[Stored items]:

▼

package feed

import (
	"context"
	"encoding/csv"
	"os"
	"regexp"
	"slices"
	"strings"
	"testing"
	"time"

	"heliocal/config"
)

// usnoRow is one row of testdata/reference/sun-times.csv.
type usnoRow struct{ id, place, date, kind, local string }

func usnoRows(t *testing.T) []usnoRow {
	t.Helper()
	f, err := os.Open("../testdata/reference/sun-times.csv")
	if err != nil {
		t.Fatal(err)
	}
	defer f.Close()
	recs, err := csv.NewReader(f).ReadAll()
	if err != nil {
		t.Fatal(err)
	}
	var out []usnoRow
	for _, r := range recs[1:] {
		out = append(out, usnoRow{id: r[0], place: r[1], date: r[5], kind: r[6], local: r[7]})
	}
	return out
}

// usnoDay is one date of a USNO table: the listed local times by kind
// ("sunrise", "sunset", "civil_dawn", "civil_dusk") and the row ids.
type usnoDay struct {
	date  string
	times map[string]time.Time
	ids   []string
}

// usnoDays groups the rows of one place by date, reading local times in zone.
func usnoDays(t *testing.T, placePrefix string, zone *time.Location) []*usnoDay {
	t.Helper()
	var days []*usnoDay
	byDate := map[string]*usnoDay{}
	for _, r := range usnoRows(t) {
		if !strings.HasPrefix(r.place, placePrefix) {
			continue
		}
		d := byDate[r.date]
		if d == nil {
			d = &usnoDay{date: r.date, times: map[string]time.Time{}}
			byDate[r.date] = d
			days = append(days, d)
		}
		d.ids = append(d.ids, r.id)
		if tm, err := time.ParseInLocation("2006-01-02 15:04", r.date+" "+r.local, zone); err == nil {
			d.times[r.kind] = tm
		}
	}
	return days
}

func lightingSpec(t *testing.T, kind string, opts func(*config.KindSpec)) config.KindSpec {
	t.Helper()
	k, err := config.ParseKind(kind)
	if err != nil {
		t.Fatal(err)
	}
	ks := config.KindSpec{Kind: k}
	if opts != nil {
		opts(&ks)
	}
	return ks
}

func near(a, b time.Time, tol time.Duration) bool {
	d := a.Sub(b)
	return d <= tol && d >= -tol
}

// TestLightingAgainstUSNO checks lamp periods against the natural day of
// the USNO one-year tables for Ithaca, NY (42°27′ N, 76°30′ W, UTC−4 without
// daylight saving), 2015: 'Rise and Set for the Sun' and 'Civil Twilight',
// rows sun-0001..sun-0090 of testdata/reference/sun-times.csv. With the
// target T, evening lamps run from the table's sunset to its sunrise + T,
// morning lamps from sunset − T to sunrise, and "both" splits the shortfall;
// with natural: civil, civil dusk and dawn take the place of sunset and
// sunrise. Tolerance 75 s: each table time is rounded to the minute.
func TestLightingAgainstUSNO(t *testing.T) {
	zone := time.FixedZone("UTC-04:00", -4*3600)
	s := &config.Site{ID: "ithaca", Name: "Ithaca", Latitude: 42.45, Longitude: -76.5, TimeZone: config.Zone{Location: zone}}
	sk := sky(t, "2015-01-01", "2015-12-31")
	const tol = 75 * time.Second
	target := 16 * time.Hour
	days := usnoDays(t, "Ithaca", zone)
	checked := 0
	for _, day := range days {
		rise, set := day.times["sunrise"], day.times["sunset"]
		dawn, dusk := day.times["civil_dawn"], day.times["civil_dusk"]
		if rise.IsZero() || set.IsZero() {
			continue
		}
		short := target - set.Sub(rise)
		cases := []struct {
			name   string
			opts   func(*config.KindSpec)
			starts []time.Time
			ends   []time.Time
		}{
			{"evening", nil, []time.Time{set}, []time.Time{rise.Add(target)}},
			{"morning", func(ks *config.KindSpec) { ks.Lamps = config.LampsMorning }, []time.Time{set.Add(-target)}, []time.Time{rise}},
			{"both", func(ks *config.KindSpec) { ks.Lamps = config.LampsBoth },
				[]time.Time{rise.Add(-short / 2), set}, []time.Time{rise, set.Add(short / 2)}},
		}
		if !dawn.IsZero() && !dusk.IsZero() {
			cases = append(cases, struct {
				name   string
				opts   func(*config.KindSpec)
				starts []time.Time
				ends   []time.Time
			}{"civil", func(ks *config.KindSpec) { ks.Natural = config.NaturalCivil }, []time.Time{dusk}, []time.Time{dawn.Add(target)}})
		}
		for _, tc := range cases {
			spec := lightingSpec(t, "lighting:16h", tc.opts)
			evs, notes, err := sk.EventsFor(context.Background(), PlaceOf(s), []config.KindSpec{spec}, date(day.date), date(day.date))
			if err != nil {
				t.Fatal(err)
			}
			if tc.name == "civil" && dusk.Sub(dawn) >= target {
				// the civil day is long enough: no lamps, a note
				if len(evs) != 0 || len(notes) != 1 {
					t.Errorf("%s civil (%v): %d periods and %d notes, want none and a note", day.date, day.ids, len(evs), len(notes))
				}
				continue
			}
			if len(notes) != 0 || len(evs) != len(tc.starts) {
				t.Errorf("%s %s (%v): %d periods and %d notes, want %d periods", day.date, tc.name, day.ids, len(evs), len(notes), len(tc.starts))
				continue
			}
			for i, e := range evs {
				if !near(e.Start, tc.starts[i], tol) || !near(e.End, tc.ends[i], tol) {
					t.Errorf("%s %s (%v): lamps %s–%s, want %s–%s", day.date, tc.name, day.ids,
						e.Start.In(zone).Format("15:04:05"), e.End.In(zone).Format("15:04:05"),
						tc.starts[i].Format("15:04"), tc.ends[i].Format("15:04"))
				}
				if l := e.LampFacts(); l.Lamp != e.End.Sub(e.Start) || l.Short {
					t.Errorf("%s %s: lamp %s, short %v", day.date, tc.name, l.Lamp, l.Short)
				}
			}
			checked++
		}
	}
	if checked < 25 {
		t.Fatalf("only %d date/option pairs checked", checked)
	}
}

// TestLightingPolarUSNO checks the polar cases at 80° N, 0° (USNO tables,
// UT, 2015, rows sun-0169, sun-0179/0180, sun-0182): polar night on
// 21 December gets lamps for the whole target, centred on solar noon;
// 14 April (the Sun does not set) needs none; on 21 October the table's
// short day (sunrise 11:02, sunset 12:24) gets evening lamps until sunrise
// + 16 h, 03:02 the next morning. Tolerance 75 s (minute rounding).
func TestLightingPolarUSNO(t *testing.T) {
	s := site(t, "lat80", 80, 0, "UTC")
	sk := sky(t, "2015-01-01", "2015-12-31")
	spec := lightingSpec(t, "lighting:16h", nil)
	run := func(d string) ([]Event, []Note) {
		evs, notes, err := sk.EventsFor(context.Background(), PlaceOf(s), []config.KindSpec{spec}, date(d), date(d))
		if err != nil {
			t.Fatal(err)
		}
		return evs, notes
	}
	evs, notes := run("2015-12-21")
	if len(evs) != 1 || len(notes) != 0 || evs[0].Part != partPolarNight || evs[0].LampFacts().Lamp != 16*time.Hour {
		t.Fatalf("polar night: %+v %+v, want one 16 h period", evs, notes)
	}
	// solar noon at longitude 0 on 21 December: 12:00 UT − equation of
	// time (+1.9 min, common practice value for the solstice)
	noon := evs[0].Start.Add(8 * time.Hour)
	if want := time.Date(2015, 12, 21, 11, 58, 0, 0, time.UTC); !near(noon, want, 2*time.Minute) {
		t.Errorf("polar night lamps centred on %s, want about %s", noon, want)
	}
	evs, notes = run("2015-04-14")
	if len(evs) != 0 || len(notes) != 1 || notes[0].Kind.Name != config.KindLighting {
		t.Fatalf("midnight sun: %+v %+v, want no lamps and one note", evs, notes)
	}
	evs, _ = run("2015-10-21")
	rise, set := time.Date(2015, 10, 21, 11, 2, 0, 0, time.UTC), time.Date(2015, 10, 21, 12, 24, 0, 0, time.UTC)
	if len(evs) != 1 || !near(evs[0].Start, set, 75*time.Second) || !near(evs[0].End, rise.Add(16*time.Hour), 75*time.Second) {
		t.Fatalf("21 October: %+v, want %s–%s", evs, set, rise.Add(16*time.Hour))
	}
}

// TestLightingEntries checks the calendar entries: clipping at latest_off,
// the title that says the target is not reached, and one note per stretch
// of dates that need no lamps.
func TestLightingEntries(t *testing.T) {
	s := site(t, "vienna", 48.2, 16.4, "Europe/Vienna")
	sk := sky(t, "2027-01-01", "2027-12-31")
	spec := lightingSpec(t, "lighting:16h", func(ks *config.KindSpec) { ks.LatestOff = "22:00" })
	es, err := sk.Entries(context.Background(), s, "f", []config.KindSpec{spec}, date("2027-01-10"), date("2027-01-11"))
	if err != nil {
		t.Fatal(err)
	}
	if len(es) != 2 {
		t.Fatalf("%d entries, want 2", len(es))
	}
	for _, e := range es {
		off := e.End.In(s.TimeZone.Location)
		if off.Format("15:04") != "22:00" || !e.Facts.Short || !strings.Contains(e.Title, "16 h not reached") ||
			!strings.Contains(e.Description, "not reached today") {
			t.Errorf("%s: %q ends %s, short %v", e.Date.Format(time.DateOnly), e.Title, off, e.Facts.Short)
		}
	}
	// lighting:14h over April..September: lamps until the day reaches 14 h,
	// one note for the long days, lamps again once it falls below; the
	// stretch is the one photoperiod:14h marks. The date before it (21
	// April, a day of 13 h 59 min 06.2 s, PyEphem 4.1.4,
	// tools/pyephem-checks/values.py lamp_periods) needs lamps for under a minute: a note says none
	// are scheduled, and the date counts among those that need lamps.
	spec = lightingSpec(t, "lighting:14h", nil)
	es, err = sk.Entries(context.Background(), s, "f", []config.KindSpec{spec}, date("2027-04-01"), date("2027-09-30"))
	if err != nil {
		t.Fatal(err)
	}
	var notes []Entry
	lamps := 0
	for _, e := range es {
		switch {
		case e.Facts.Note && e.Facts.Short:
			if e.Title != "Lamps not scheduled: less than 1 min needed, too short to switch the lamps on" {
				t.Errorf("%s: %q, want a note for a period under a minute", e.Date.Format(time.DateOnly), e.Title)
			}
			lamps++
		case e.Facts.Note:
			notes = append(notes, e)
		default:
			lamps++
		}
	}
	if len(notes) != 1 || !strings.HasPrefix(notes[0].Title, "No lamps needed until ") || !notes[0].AllDay {
		t.Fatalf("notes %+v, want one", notes)
	}
	n := notes[0]
	pp, _, err := sk.Events(context.Background(), PlaceOf(s), mustKinds(t, "photoperiod:14h"), date("2027-04-01"), date("2027-09-30"))
	if err != nil {
		t.Fatal(err)
	}
	if len(pp) != 2 || !n.Date.Equal(pp[0].Date) || !n.Facts.Until.Equal(pp[1].Date) {
		t.Errorf("stretch %s..%s, photoperiod:14h crossings %+v", n.Date.Format(time.DateOnly), n.Facts.Until.Format(time.DateOnly), pp)
	}
	if days := int(n.Facts.Until.Sub(n.Date).Hours() / 24); lamps != 183-days {
		t.Errorf("%d lamp entries, want %d (one per date needing lamps)", lamps, 183-days)
	}
}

▲

[Work request]: Nothing but the lines from the top of the records down to the line with "d.ids = append(d.ids, r.id)" belongs in the answer; repeat them exactly.

[Written answer]:
package feed

import (
	"context"
	"encoding/csv"
	"os"
	"regexp"
	"slices"
	"strings"
	"testing"
	"time"

	"heliocal/config"
)

// usnoRow is one row of testdata/reference/sun-times.csv.
type usnoRow struct{ id, place, date, kind, local string }

func usnoRows(t *testing.T) []usnoRow {
	t.Helper()
	f, err := os.Open("../testdata/reference/sun-times.csv")
	if err != nil {
		t.Fatal(err)
	}
	defer f.Close()
	recs, err := csv.NewReader(f).ReadAll()
	if err != nil {
		t.Fatal(err)
	}
	var out []usnoRow
	for _, r := range recs[1:] {
		out = append(out, usnoRow{id: r[0], place: r[1], date: r[5], kind: r[6], local: r[7]})
	}
	return out
}

// usnoDay is one date of a USNO table: the listed local times by kind
// ("sunrise", "sunset", "civil_dawn", "civil_dusk") and the row ids.
type usnoDay struct {
	date  string
	times map[string]time.Time
	ids   []string
}

// usnoDays groups the rows of one place by date, reading local times in zone.
func usnoDays(t *testing.T, placePrefix string, zone *time.Location) []*usnoDay {
	t.Helper()
	var days []*usnoDay
	byDate := map[string]*usnoDay{}
	for _, r := range usnoRows(t) {
		if !strings.HasPrefix(r.place, placePrefix) {
			continue
		}
		d := byDate[r.date]
		if d == nil {
			d = &usnoDay{date: r.date, times: map[string]time.Time{}}
			byDate[r.date] = d
			days = append(days, d)
		}
		d.ids = append(d.ids, r.id)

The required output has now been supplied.